The fire truck pulls up to the apartment building, and as the men head for the doors, a deluge of broken glass rains down upon them. They drop and try to take cover. "What the hell?" one of them shouts. A woman starts screaming for aid in Spanish; the men peer up and see her leaning out one of the windows on the flaming floor. They scream for her to stay put, which is the last thing she apparently wants to do. Afraid she'll jump, they leave some men on the ground, while Jimmy and his two pals grab some rope and head up to the roof.

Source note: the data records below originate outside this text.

def build_truth(spec: EventSpec, rendered: Rendered, *, event_id: str, written: Grating) -> dict[str, Any]:
    """The truth document of one event (see the module docstring of :mod:`meteorspec.simulate`)."""
    model: EmissionModel = rendered.emission
    station = rendered.station
    truths = rendered.truths
    emitted = np.array([t.emitted_energy_adu for t in truths])
    total_emitted = float(emitted.sum())
    frame_fraction = emitted / total_emitted if total_emitted > 0 else emitted
    # energy = first-order linear ADU for a response of 1 (the unit of the truth file)
    energy = FIRST_ORDER_SHARE * model.share * total_emitted
    lines = model.is_line
    idx = np.flatnonzero(lines)
    e_lines = energy[idx]
    # the same after the atmosphere: what reaches the camera (equal to energy without one)
    observed = FIRST_ORDER_SHARE * model.share * (emitted @ rendered.transmission)
    strong = (e_lines >= _PER_FRAME_LINE_SHARE * e_lines.max()) | (model.group[idx] != "")
    groups = {}
    for g in ("na", "mg", "fe"):
        m = model.group == g
        groups[g] = {"energy": _num(energy[m].sum()),
                     "energy_observed": _num(observed[m].sum()),
                     "per_frame": [_num(energy[m].sum() * f) for f in frame_fraction],
                     "n_lines": int(m.sum()),
                     "lab_nm": [_num(v, 8) for v in model.wavelength_nm[m]]}
    per_frame = {}
    for i, s in zip(idx, strong):
        if s:
            per_frame[f"{model.species[i]} {model.wavelength_nm[i]:.3f}"] = [_num(energy[i] * f, 5)
                                                                              for f in frame_fraction]
    bands = model.kind == "band"
    band_totals = {}
    for label in dict.fromkeys(model.multiplet[bands].tolist()):
        m = bands & (model.multiplet == label)
        band_totals[label] = {"head_nm": _num(model.wavelength_nm[m].max(), 5), "energy": _num(energy[m].sum())}
    cont = model.kind == "continuum"
    comp_energy = {c: _num(energy[model.component == c].sum()) for c in ("main", "hot", "air")}
    grating_true = station.grating
    atm = rendered.atmosphere
    atmosphere: dict[str, Any] = {"applied": atm is not None}
    if atm is not None:
        atmosphere.update(dataclasses.asdict(atm))
        atmosphere["model"] = ("meteorspec.extinction.transmission: Kasten & Young (1989) airmass, "
                               "Bucholtz (1995) Rayleigh depth, Angstrom aerosol, ozone; "
                               "ExtinctionModel.for_station")
    altitude = np.array([t.altitude_deg for t in truths], float)
    airmass = airmass_kasten_young(altitude)
    return {
        "schema": TRUTH_SCHEMA,
        "software_version": __version__,
        "event_id": event_id,
        "station": station.id,
        "note": ("Simulated event of an invented network. energy = linear ADU summed over the "
                 "first-order image for a response of 1.0 and no noise; the rendered first order "
                 "holds energy * T(lambda, altitude) * response(lambda), response = the written CSV "
                 "normalised to max 1, T = the atmosphere's transmission towards the meteor (1 when "
                 "atmosphere.applied is false): energy is above the atmosphere, energy_observed after "
                 "it. Zeroth order holds zeroth_order_share / first_order_share times the transmitted "
                 "response-weighted energy. Pixel (x, y) per contract section 1."),
        "first_order_share": FIRST_ORDER_SHARE,
        "zeroth_order_share": ZEROTH_ORDER_SHARE,
        "psf_sigma_px": spec.psf_sigma_px,
        "spec": _spec_dict(spec),
        "geometry_true": {"camera": _camera_dict(station), "lens": _lens_dict(station),
                          "grating": _grating_dict(grating_true)},
        "geometry_written": {"grating": _grating_dict(written),
                             "perturbed": written != grating_true,
                             "delta": {"grooves_frac": spec.delta_grooves_frac,
                                       "dispersion_angle_deg": spec.delta_dispersion_deg,
                                       "tilt_deg": spec.delta_tilt_deg}},
        "composition": spec.composition,
        "temperature_k": model.temperature_k,
        "hot_temperature_k": model.hot_temperature_k,
        "hot_fraction": _num(model.hot_fraction),
        "air_fraction": _num(model.air_fraction),
        "speed_km_s": spec.speed_km_s,
        "atmosphere": atmosphere,
        "trajectory": {"u0": [_num(v, 10) for v in rendered.trajectory.u0],
                       "tangent": [_num(v, 10) for v in rendered.trajectory.e],
                       "omega_deg_s": _num(np.degrees(rendered.trajectory.omega_rad_s), 8),
                       "t0_s": spec.meteor_start_s, "duration_s": spec.meteor_duration_s},
        "frames": {
            "kind": "field" if station.camera.interlaced else "frame",
            "index": [t.index for t in truths],
            "time_s": [_num(t.time_s, 8) for t in truths],
            "x_mid_px": [_num(t.x_mid_px, 8) if t.emitted_energy_adu > 0 else None for t in truths],
            "y_mid_px": [_num(t.y_mid_px, 8) if t.emitted_energy_adu > 0 else None for t in truths],
            "x_centroid_px": [_num(t.x_centroid_px, 8) for t in truths],
            "y_centroid_px": [_num(t.y_centroid_px, 8) for t in truths],
            "zeroth_flux_adu": [_num(t.zeroth_flux_adu) for t in truths],
            "energy_fraction": [_num(f, 8) for f in frame_fraction],
            "saturated": [t.saturated for t in truths],
            "off_frame": [t.off_frame for t in truths],
            "first_order_on_sensor": [_num(t.first_order_on_sensor, 4) for t in truths],
            "n_substeps": [t.n_substeps for t in truths],
            "altitude_deg": [_num(v, 7) for v in altitude],
            "airmass": [_num(v, 7) for v in airmass],
        },
        "groups": groups,
        "energy_total": {"all": _num(energy.sum()), "lines": _num(energy[lines].sum()),
                         "all_observed": _num(observed.sum()), "lines_observed": _num(observed[lines].sum()),
                         "bands": _num(energy[bands].sum()), "continuum": _num(energy[cont].sum()),
                         **{f"component_{k}": v for k, v in comp_energy.items()}},
        "lines": {
            "species": model.species[idx].tolist(),
            "lab_nm": [_num(v, 8) for v in model.wavelength_nm[idx]],
            "multiplet": model.multiplet[idx].tolist(),
            "group": model.group[idx].tolist(),
            "component": model.component[idx].tolist(),
            "energy": [_num(v, 5) for v in e_lines],
            "energy_observed": [_num(v, 5) for v in observed[idx]],
        },
        "lines_per_frame": per_frame,
        "n2_bands": band_totals,
        "stars": {"x_px": [_num(v, 7) for v in rendered.stars.x_px],
                  "y_px": [_num(v, 7) for v in rendered.stars.y_px],
                  "temperature_k": [_num(v, 5) for v in rendered.stars.temperature_k],
                  "altitude_deg": [_num(v, 7) for v in rendered.star_altitude_deg],
                  "zeroth_flux_adu_s": [_num(v, 5) for v in rendered.star_zeroth_adu_s]},
    }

Yokas approaches Lieutenant Exposition. "I heard it wasn't her," he says. "It was another little girl," Yokas retorts sadly. The Expository Lieutenant explains that the parents of Hayley Carter just reported her missing after two days, claiming she was last seen not six blocks from where Suzy disappeared. Shaking his head, Bosco marvels that these kids are hanging out so close to a drug den. Duh, Bosco -- obviously they're not kids. They're a merry and covert band of midget dealers. Yokas points out that the kids don't exactly choose to gather there; more likely, they're stranded there while one parent -- or both -- gets high inside the shooting gallery. Amazed, Bosco swears he's never noticed a cluster of children there before. "Well, we always go in looking for skels and junkies," Yokas notes. Suddenly, something dawns on both of them. "Maybe we scooped up the wrong people," she realizes. They bolt, leaving Lt. Expo to watch over Susan. "She's getting pretty worn out," Yokas says quietly. "That ID was hard on her." Susan is sitting across the room, zoned out and pained. Lt. E. promises to tend to Susan so they can go fishing in the sandbox. Excited, Bosco and Yokas bolt.
At the fire, our señorita continues to scream for help. "Ayudame, alguien," she moans. Jimmy shouts down at her from the roof that they're above her, and they're getting ready to help. The woman screams again. "Give us a second," Jimmy begs. But his pal, who we now know is called D.K., worriedly points out that there's nothing to which they can tie the rope; no makeshift anchor. "Please hurry," yells the woman, suddenly speaking English. Jimmy furrows his brow. I'm not worried. He's probably just trying to decide among three different ways of saving the day.
Bosco is appalled at the grotesque neighborhood flanking the shooting gallery, saddened that any kids can play out here, what with the barren patches of land, chain fences, graffiti, and abandoned, junked cars. "[Kids will] play wherever you put them," Yokas replies. They find two tots wandering around, and Yokas asks Bosco to let her speak with them first. She never comes out and says that he's a scary and impatient freak, but she doesn't have to -- that's why they're good partners. He knows. Bosco pulls over so that the kids don't run away at the sight of the patrol car, and Yokas arms herself with a photo of Chloe before getting out and strolling to the sorry excuse for a playground.